# North Florida Gathering



## pineywoods (Sep 24, 2008)

Dates: Oct 18 & 19 we will have people arriving on the 17th

Location: Chattahoochee, Fl 32324 Since this is private property please pm me for exact address

All members are invited some people will be coming for the day and others will be here for the weekend.

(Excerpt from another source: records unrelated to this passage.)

"""``filmoptic heat-tint``: temper colours of steel, heat tint of stainless steel and copper."""

from __future__ import annotations

import click

from filmoptic.cli._common import (
    FiniteFloatRange,
    angle_option,
    check_plot_path,
    echo_caution,
    emit_json,
    json_option,
    paper_option,
    percent,
    print_table,
    save_plot,
    user_errors,
)
from filmoptic.cli.anodize import lab_cells, pick_mode
from filmoptic.cli.color import OUT_OF_GAMUT_NOTE, illuminant_option, observer_option

__all__ = ["heat_tint", "HEAT_CAUTION"]

DEFAULT_RANGE = "0:150:5"
HEAT_CAUTION = (
    "heat tinting means hot metal, flames or furnaces and, on coated or galvanised parts, toxic "
    "fumes: work in ventilation, keep flammables away, let parts cool before handling, and follow "
    "local fire and workplace codes."
)
NO_TEMPERATURE = ("Only thickness is computed: the temperature and time that grow it depend on the "
                  "alloy, the atmosphere and the heating, and filmoptic does not estimate them.")


@click.command("heat-tint")
@click.argument("model_name", metavar="MODEL")
@click.option("--range", "range_text", metavar="START:STOP:STEP",
              help=f"Oxide thicknesses in nm (default {DEFAULT_RANGE}); with --hex/--lab the span "
                   "searched (START:STOP is enough).")
@click.option("--at", "at_text", metavar="THICKNESS", help="The colour at one oxide thickness, e.g. 45nm.")
@click.option("--hex", "hex_", metavar="#RRGGBB", help="A colour seen (sRGB): the oxide thickness ranges that give it.")
@click.option("--lab", metavar="L,a,b", help="The same as --hex from CIELAB L*, a*, b* (under --illuminant).")
@click.option("--max-delta-e", type=FiniteFloatRange(min=0, min_open=True), default=5.0, show_default=True,
              metavar="DE", help="With --hex/--lab: largest ΔE00 (CIEDE2000) that still counts as the colour.")
@click.option("--oxide", metavar="MATERIAL", help="Replace the model's oxide data (as written in a stack).")
@click.option("--metal", metavar="MATERIAL", help="Replace the model's metal data (as written in a stack).")
@illuminant_option
@observer_option
@angle_option
@click.option("--chart", "chart_path", metavar="FILE",
              help="Write a printable sheet of colour tiles (one A4 or --paper letter page) for the --range "
                   "thicknesses: .png, .svg or .pdf.")
@paper_option
@json_option
def heat_tint(model_name, range_text, at_text, hex_, lab, max_delta_e, oxide, metal, illuminant, observer, angle,
              chart_path, paper, as_json):
    """Temper colours of steel and heat tint of stainless steel and copper, against oxide thickness.

    MODEL is steel (temper colours), stainless-steel (also: stainless) or copper. Each model is one
    oxide layer on the metal, seen in reflection, and states what it leaves out:

    \b
      steel            magnetite Fe3O4 on iron (the thin outer hematite is left out)
      stainless-steel  hematite Fe2O3 on austenitic stainless steel, standing in for the
                       chromium-rich oxide (no open Cr2O3 data were found)
      copper           Cu2O on copper; no citable visible-range Cu2O data exist in the open
                       data sets, so give your own table with --oxide file:PATH

    A thickness gives a colour; a colour (--hex or --lab) gives every thickness range that shows
    it within --max-delta-e, one per interference order, because the same hue comes round again
    as the oxide thickens. Only thickness is computed, never a temperature: the temperature and
    time that grow a given oxide depend on alloy, atmosphere and heating.

    \b
    Examples:
      filmoptic heat-tint steel
      filmoptic heat-tint steel --at 45nm
      filmoptic heat-tint stainless --hex "#6a4a8c" --json
      filmoptic heat-tint copper --oxide file:my_cu2o.txt --chart copper.pdf

    \b
    --json: {"model", "metal", "oxide", "statement", "rows": [{"thickness_nm", "Lab", "hex",
    "luminous_R"}]}; with --hex/--lab {"model", …, "solutions": [{"thickness_nm", "low_nm",
    "high_nm", "delta_E00", "order", "Lab", "hex"}]}.
    """
    import numpy as np

    from filmoptic.colorimetry import check_illuminant, check_observer
    from filmoptic.colouring.heat_tint import heat_tint_colours, heat_tint_model, thickness_for_colour
    from filmoptic.errors import FilmopticError, TargetError
    from filmoptic.units import inclusive_grid, parse_length_nm, parse_range_nm

    with user_errors():
        if chart_path:
            check_plot_path(chart_path)
        mode = pick_mode(at_text, hex_, lab)
        inverse = mode in ("--hex", "--lab")
        obs = check_observer(observer)
        label = check_illuminant(illuminant)
        if inverse and obs != 2:
            raise FilmopticError("--hex/--lab matching uses the 2° observer: leave out --observer 10")
        span = parse_range_nm(range_text or DEFAULT_RANGE, "--range", need_step=not inverse)
        model = heat_tint_model(model_name, oxide=oxide, metal=metal)
        options = dict(illuminant=illuminant, angle_deg=angle)
        grid = None
        if chart_path or mode is None:
            if len(span) < 3:
                raise FilmopticError("--chart needs --range START:STOP:STEP")
            grid = heat_tint_colours(model, inclusive_grid(*span, "--range"),
                                     observer=obs, **options)
        if mode == "--at":
            one = heat_tint_colours(model, [parse_length_nm(at_text, "--at")], observer=obs, **options)
        if inverse:
            from filmoptic.inverse.solve import lab_from_hex, parse_lab

            target = lab_from_hex(hex_, illuminant) if hex_ else parse_lab(lab)
            found = thickness_for_colour(model, target, range_nm=span[:2], tolerance=max_delta_e, **options)
            if not found.matches:
                wanted = hex_ or f"L*a*b* {lab}"
                c = found.closest
                near = f"; closest: ΔE00 {c.delta_E00:.1f} at {c.thickness_nm:.1f} nm ({c.hex})" if c else ""
                raise TargetError(f"no oxide thickness in {span[0]:g}–{span[1]:g} nm gives {wanted} on the "
                                  f"{model.key} model within ΔE00 {max_delta_e:g}{near}; widen --range or raise "
                                  "--max-delta-e")

    if chart_path:
        from filmoptic.plots.tiles import tile_sheet

        fig = tile_sheet(grid.colours, [f"{d:g} nm" for d in grid.thickness_nm],
                         [f"R {100 * r:.0f} %" for r in grid.luminous_R],
                         title=f"{model.title[0].upper() + model.title[1:]}: colour by oxide thickness",
                         subtitle=f"{grid.stack_text} · seen in reflection · illuminant {label}, {obs}° observer, "
                                  f"{angle:g}° incidence",
                         notes=[f"Model: {model.statement}.", NO_TEMPERATURE], paper=paper)
        with user_errors():
            save_plot(fig, chart_path)

    head = {"model": model.key, "metal": model.metal, "oxide": model.oxide, "statement": model.statement}
    if inverse:
        if as_json:
            emit_json({**head, "target_Lab": list(target), "max_delta_E00": max_delta_e,
                       "range_nm": list(span[:2]),
                       "solutions": [{"thickness_nm": m.thickness_nm, "low_nm": m.low_nm, "high_nm": m.high_nm,
                                      "delta_E00": m.delta_E00, "order": m.order, "Lab": list(m.Lab), "hex": m.hex}
                                     for m in found.matches]})
        else:
            wanted = hex_ or "L*a*b* " + ",".join(f"{v:g}" for v in target)
            rows = [[m.order, f"{m.thickness_nm:.1f}", f"{m.low_nm:.1f}–{m.high_nm:.1f}", f"{m.delta_E00:.2f}",
                     *lab_cells(m.Lab), m.hex] for m in found.matches]
            print_table(["order", "nm", "range nm", "ΔE00", "L*", "a*", "b*", "sRGB"], rows,
                        title=f"Oxide thicknesses that show {wanted} ({model.title}), ΔE00 ≤ {max_delta_e:g}, "
                              f"illuminant {label}")
            if len(found.matches) > 1:
                click.echo(f"{len(found.matches)} orders show this colour: the colour alone cannot tell them "
                           "apart; the order of colours seen while heating can.")
            click.echo(f"Model: {model.statement}.")
            click.echo(NO_TEMPERATURE)
    else:
        shown = one if mode == "--at" else grid
        if as_json:
            emit_json({**head, "stack": shown.stack_text, "illuminant": label, "observer": obs, "angle_deg": angle,
                       "rows": [{"thickness_nm": float(d), "Lab": [float(x) for x in shown.colours.Lab[i]],
                                 "hex": str(shown.colours.hex[i]), "in_gamut": bool(shown.colours.in_gamut[i]),
                                 "luminous_R": float(shown.luminous_R[i])}
                                for i, d in enumerate(shown.thickness_nm)]})
        else:
            c = shown.colours
            rows = [[f"{d:g}", *lab_cells(c.Lab[i]), str(c.hex[i]) + ("" if c.in_gamut[i] else " *"),
                     percent(shown.luminous_R[i], 1)] for i, d in enumerate(shown.thickness_nm)]
            print_table(["nm", "L*", "a*", "b*", "sRGB", "R lum %"], rows,
                        title=f"{model.title[0].upper() + model.title[1:]} ({shown.stack_text}), seen in reflection, "
                              f"illuminant {label}, {obs}° observer, {angle:g}° incidence")
            if not np.all(c.in_gamut):
                click.echo(OUT_OF_GAMUT_NOTE)
            click.echo(f"Model: {model.statement}.")
            click.echo(NO_TEMPERATURE)
    if chart_path and not as_json:
        click.echo(f"Chart written to {chart_path}")
    echo_caution(HEAT_CAUTION)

If you need any other info let me know


----------



## flash (Sep 24, 2008)

You chances for any leftovers is very slim


----------



## capt dan (Sep 24, 2008)

I wish I lived closer, I would be there in a heart beat. I think its pretty nice of you pineywoods to offer your place for a get  together.It involves alot of work  and stress. Thumbs up to you for the effort. I hope alot of the local SMF members don't miss out on this opportunity, I know if I lived within a days drive, I would be there, with my trusty lil  cooker too!


----------



## white cloud (Sep 25, 2008)

Looks like a good time Jerry. Wish I could make it.


----------



## pineywoods (Sep 25, 2008)

I wish ya'll were closer it would be great to meet ya and share some Q and maybe a brew or six


----------



## daboys (Sep 25, 2008)

You might want to get started Ken.

Wish I was closer too. Would really like to meet some more of the members on here.


----------



## shooterrick (Sep 28, 2008)

Sandy and I will be there and have our reservations at the KOA.  Lookin forward to meeting you and others piney.  Sent a PM earlier.


----------



## ron50 (Sep 28, 2008)

I'm sure a good time will be had by all. Have several cold beverages for me.


----------



## sumosmoke (Sep 28, 2008)

I'm there with my camping gear in tow!


----------



## travcoman45 (Sep 30, 2008)

Yall have a good time!  It's a hoot!  Just don't get in to much trouble, ya behave yerselves an have fun!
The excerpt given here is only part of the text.